# The input
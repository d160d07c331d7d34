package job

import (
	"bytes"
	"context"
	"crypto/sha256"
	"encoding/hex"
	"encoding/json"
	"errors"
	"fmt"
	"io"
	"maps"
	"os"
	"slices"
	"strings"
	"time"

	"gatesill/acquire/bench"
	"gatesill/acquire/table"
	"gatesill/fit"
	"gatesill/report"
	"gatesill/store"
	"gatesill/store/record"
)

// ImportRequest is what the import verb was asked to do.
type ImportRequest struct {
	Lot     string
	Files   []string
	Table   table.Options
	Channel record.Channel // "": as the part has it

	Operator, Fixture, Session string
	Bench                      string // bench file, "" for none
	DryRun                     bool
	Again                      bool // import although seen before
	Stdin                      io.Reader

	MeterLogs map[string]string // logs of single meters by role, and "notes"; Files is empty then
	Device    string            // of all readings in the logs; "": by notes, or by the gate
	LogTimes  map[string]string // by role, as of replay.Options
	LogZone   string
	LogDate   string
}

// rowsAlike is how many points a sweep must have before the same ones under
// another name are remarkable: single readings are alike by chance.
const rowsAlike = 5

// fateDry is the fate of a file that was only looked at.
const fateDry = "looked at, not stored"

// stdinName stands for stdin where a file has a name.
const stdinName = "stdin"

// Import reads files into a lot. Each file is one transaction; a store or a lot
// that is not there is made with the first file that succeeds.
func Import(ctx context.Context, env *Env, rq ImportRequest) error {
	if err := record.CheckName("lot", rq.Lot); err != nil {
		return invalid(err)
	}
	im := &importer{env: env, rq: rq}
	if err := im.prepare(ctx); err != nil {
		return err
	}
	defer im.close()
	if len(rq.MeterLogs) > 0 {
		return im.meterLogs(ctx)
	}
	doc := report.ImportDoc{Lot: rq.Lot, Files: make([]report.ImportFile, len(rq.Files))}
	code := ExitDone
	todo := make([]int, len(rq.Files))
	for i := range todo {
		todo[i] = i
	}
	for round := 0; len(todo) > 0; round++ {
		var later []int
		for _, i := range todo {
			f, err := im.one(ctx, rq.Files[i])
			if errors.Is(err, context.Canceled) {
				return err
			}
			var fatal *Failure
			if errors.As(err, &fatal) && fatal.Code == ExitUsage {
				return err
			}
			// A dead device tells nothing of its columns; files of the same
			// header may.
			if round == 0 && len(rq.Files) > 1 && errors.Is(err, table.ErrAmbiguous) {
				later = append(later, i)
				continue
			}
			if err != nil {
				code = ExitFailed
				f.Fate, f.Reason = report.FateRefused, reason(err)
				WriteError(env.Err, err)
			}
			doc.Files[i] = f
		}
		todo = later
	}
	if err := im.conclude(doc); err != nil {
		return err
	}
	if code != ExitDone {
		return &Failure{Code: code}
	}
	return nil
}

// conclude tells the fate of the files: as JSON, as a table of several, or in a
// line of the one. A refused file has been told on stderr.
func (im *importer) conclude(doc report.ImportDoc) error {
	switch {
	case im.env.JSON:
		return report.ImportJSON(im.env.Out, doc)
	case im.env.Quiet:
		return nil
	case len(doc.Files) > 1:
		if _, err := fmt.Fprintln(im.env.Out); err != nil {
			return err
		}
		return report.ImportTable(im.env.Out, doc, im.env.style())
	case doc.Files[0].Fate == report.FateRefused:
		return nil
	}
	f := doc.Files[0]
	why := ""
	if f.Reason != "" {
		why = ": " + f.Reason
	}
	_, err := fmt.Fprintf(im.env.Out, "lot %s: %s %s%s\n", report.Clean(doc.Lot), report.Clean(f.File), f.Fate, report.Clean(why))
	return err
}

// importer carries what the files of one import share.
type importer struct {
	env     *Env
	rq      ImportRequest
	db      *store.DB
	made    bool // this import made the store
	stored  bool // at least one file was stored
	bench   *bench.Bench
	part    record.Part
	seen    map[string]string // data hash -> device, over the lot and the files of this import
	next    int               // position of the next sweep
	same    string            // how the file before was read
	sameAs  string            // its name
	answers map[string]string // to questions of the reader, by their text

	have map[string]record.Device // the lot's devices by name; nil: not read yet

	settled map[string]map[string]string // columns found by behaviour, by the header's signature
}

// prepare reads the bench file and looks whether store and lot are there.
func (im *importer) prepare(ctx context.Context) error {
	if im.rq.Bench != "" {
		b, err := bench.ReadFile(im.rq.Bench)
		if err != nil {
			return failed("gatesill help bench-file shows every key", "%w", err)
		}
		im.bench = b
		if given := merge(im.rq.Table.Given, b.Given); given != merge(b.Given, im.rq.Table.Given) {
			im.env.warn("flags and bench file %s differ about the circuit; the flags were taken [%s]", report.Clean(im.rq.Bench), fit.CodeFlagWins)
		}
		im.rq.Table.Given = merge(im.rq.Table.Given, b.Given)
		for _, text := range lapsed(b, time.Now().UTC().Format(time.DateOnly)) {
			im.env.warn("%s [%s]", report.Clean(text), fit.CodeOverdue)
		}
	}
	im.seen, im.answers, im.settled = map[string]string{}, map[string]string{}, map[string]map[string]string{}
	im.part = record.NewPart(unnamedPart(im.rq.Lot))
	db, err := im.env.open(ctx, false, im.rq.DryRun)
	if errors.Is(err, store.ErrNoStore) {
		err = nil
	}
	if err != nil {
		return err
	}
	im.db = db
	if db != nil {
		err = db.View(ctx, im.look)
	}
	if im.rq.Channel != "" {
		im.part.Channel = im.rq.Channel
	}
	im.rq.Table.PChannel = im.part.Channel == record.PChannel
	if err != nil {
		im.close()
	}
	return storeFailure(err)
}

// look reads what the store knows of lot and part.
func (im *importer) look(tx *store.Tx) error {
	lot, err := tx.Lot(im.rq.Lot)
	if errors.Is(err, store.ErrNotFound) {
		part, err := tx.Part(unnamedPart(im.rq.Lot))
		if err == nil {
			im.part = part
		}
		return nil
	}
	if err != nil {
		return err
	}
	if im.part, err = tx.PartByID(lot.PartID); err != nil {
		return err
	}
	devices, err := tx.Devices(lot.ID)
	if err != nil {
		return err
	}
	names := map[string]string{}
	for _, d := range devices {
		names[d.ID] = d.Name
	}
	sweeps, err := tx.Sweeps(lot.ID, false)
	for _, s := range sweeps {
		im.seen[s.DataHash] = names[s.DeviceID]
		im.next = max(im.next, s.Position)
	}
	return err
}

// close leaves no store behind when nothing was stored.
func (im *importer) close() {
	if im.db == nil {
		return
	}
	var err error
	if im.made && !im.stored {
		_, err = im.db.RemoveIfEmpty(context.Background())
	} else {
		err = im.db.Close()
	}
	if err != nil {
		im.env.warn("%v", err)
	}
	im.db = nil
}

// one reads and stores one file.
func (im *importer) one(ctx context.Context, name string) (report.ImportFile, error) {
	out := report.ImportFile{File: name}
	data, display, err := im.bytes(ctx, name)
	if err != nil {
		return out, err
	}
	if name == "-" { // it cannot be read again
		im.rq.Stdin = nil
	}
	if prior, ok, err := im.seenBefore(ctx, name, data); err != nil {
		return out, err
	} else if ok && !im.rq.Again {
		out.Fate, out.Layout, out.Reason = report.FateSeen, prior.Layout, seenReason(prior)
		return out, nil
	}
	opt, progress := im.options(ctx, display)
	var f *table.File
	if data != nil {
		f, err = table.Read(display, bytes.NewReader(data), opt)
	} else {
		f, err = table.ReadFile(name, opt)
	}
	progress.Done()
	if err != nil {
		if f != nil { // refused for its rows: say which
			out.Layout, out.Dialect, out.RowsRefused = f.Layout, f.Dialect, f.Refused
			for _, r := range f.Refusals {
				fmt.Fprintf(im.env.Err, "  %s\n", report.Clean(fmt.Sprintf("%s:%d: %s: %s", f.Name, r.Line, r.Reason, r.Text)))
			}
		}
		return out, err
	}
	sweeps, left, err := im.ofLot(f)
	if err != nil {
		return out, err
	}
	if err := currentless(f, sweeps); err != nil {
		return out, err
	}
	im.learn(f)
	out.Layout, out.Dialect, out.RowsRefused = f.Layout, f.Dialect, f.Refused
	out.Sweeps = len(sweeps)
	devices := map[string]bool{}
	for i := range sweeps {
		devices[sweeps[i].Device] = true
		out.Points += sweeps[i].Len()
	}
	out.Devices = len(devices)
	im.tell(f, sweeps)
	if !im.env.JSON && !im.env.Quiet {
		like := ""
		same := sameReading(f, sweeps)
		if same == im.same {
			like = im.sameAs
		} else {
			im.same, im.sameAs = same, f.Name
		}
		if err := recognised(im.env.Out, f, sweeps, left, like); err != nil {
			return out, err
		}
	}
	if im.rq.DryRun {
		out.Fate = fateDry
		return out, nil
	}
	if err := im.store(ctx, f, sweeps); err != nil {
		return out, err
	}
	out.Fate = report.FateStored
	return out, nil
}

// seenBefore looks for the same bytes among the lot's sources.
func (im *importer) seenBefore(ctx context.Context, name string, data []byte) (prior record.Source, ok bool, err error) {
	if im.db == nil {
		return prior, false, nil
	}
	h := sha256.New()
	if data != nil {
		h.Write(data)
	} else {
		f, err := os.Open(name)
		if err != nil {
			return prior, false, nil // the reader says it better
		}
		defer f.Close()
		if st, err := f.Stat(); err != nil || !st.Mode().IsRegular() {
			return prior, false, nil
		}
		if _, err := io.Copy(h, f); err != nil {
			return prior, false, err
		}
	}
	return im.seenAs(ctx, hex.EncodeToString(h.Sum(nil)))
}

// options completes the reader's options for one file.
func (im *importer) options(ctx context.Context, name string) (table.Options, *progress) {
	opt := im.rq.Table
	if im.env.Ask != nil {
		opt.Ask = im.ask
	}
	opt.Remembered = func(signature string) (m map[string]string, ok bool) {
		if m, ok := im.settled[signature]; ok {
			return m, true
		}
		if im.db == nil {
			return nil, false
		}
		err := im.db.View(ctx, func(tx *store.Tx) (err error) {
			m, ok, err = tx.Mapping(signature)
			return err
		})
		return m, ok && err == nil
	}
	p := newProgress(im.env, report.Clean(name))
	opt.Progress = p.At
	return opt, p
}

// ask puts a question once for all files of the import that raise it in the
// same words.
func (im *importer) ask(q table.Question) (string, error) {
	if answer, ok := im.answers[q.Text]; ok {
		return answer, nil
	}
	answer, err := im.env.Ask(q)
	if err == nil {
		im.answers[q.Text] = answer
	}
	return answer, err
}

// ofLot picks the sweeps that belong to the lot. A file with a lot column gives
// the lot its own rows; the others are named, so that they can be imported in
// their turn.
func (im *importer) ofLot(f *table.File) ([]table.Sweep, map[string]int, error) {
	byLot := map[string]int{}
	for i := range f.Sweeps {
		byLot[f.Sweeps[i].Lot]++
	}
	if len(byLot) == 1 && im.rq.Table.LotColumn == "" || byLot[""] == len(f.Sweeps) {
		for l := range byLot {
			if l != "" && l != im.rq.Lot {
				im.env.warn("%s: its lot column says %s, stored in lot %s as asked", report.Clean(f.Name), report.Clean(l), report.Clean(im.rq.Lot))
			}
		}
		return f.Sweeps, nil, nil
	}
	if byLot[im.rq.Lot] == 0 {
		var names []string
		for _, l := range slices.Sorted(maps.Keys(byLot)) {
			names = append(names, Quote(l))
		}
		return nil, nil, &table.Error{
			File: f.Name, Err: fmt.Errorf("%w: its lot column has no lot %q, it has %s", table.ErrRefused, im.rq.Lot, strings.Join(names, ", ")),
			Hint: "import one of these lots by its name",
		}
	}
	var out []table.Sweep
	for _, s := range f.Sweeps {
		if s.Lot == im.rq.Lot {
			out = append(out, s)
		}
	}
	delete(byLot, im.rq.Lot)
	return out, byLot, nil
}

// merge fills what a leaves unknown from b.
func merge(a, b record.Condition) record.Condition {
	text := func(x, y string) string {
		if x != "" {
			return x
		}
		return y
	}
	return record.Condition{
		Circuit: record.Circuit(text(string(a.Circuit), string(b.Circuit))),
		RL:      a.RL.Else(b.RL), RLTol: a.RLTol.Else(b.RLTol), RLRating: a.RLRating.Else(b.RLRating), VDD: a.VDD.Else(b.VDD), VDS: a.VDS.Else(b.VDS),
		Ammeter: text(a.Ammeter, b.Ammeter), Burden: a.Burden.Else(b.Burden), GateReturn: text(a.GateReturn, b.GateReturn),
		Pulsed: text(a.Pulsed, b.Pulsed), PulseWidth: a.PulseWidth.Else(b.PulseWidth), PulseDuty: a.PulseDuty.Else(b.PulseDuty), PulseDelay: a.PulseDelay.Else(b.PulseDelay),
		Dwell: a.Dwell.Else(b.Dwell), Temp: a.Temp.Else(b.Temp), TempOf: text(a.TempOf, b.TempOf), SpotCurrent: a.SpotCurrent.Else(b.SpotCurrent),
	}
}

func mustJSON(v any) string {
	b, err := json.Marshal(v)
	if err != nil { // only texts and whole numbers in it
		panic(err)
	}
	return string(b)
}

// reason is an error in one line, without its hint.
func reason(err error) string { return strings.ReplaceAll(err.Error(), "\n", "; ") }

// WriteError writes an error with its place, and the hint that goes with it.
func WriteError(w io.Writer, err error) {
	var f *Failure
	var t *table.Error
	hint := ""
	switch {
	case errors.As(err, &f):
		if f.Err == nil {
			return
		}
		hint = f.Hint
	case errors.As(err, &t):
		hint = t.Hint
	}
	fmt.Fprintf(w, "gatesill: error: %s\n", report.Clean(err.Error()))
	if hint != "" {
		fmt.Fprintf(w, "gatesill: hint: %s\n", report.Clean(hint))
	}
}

# Try it
Go through the records from the first line and copy each one exactly, ending after the line that contains "func Import(ctx context.Context, env". Give nothing else.

# Worked solution
repository d160d07c331d7d34
package job

import (
	"bytes"
	"context"
	"crypto/sha256"
	"encoding/hex"
	"encoding/json"
	"errors"
	"fmt"
	"io"
	"maps"
	"os"
	"slices"
	"strings"
	"time"

	"gatesill/acquire/bench"
	"gatesill/acquire/table"
	"gatesill/fit"
	"gatesill/report"
	"gatesill/store"
	"gatesill/store/record"
)

// ImportRequest is what the import verb was asked to do.
type ImportRequest struct {
	Lot     string
	Files   []string
	Table   table.Options
	Channel record.Channel // "": as the part has it

	Operator, Fixture, Session string
	Bench                      string // bench file, "" for none
	DryRun                     bool
	Again                      bool // import although seen before
	Stdin                      io.Reader

	MeterLogs map[string]string // logs of single meters by role, and "notes"; Files is empty then
	Device    string            // of all readings in the logs; "": by notes, or by the gate
	LogTimes  map[string]string // by role, as of replay.Options
	LogZone   string
	LogDate   string
}

// rowsAlike is how many points a sweep must have before the same ones under
// another name are remarkable: single readings are alike by chance.
const rowsAlike = 5

// fateDry is the fate of a file that was only looked at.
const fateDry = "looked at, not stored"

// stdinName stands for stdin where a file has a name.
const stdinName = "stdin"

// Import reads files into a lot. Each file is one transaction; a store or a lot
// that is not there is made with the first file that succeeds.
func Import(ctx context.Context, env *Env, rq ImportRequest) error {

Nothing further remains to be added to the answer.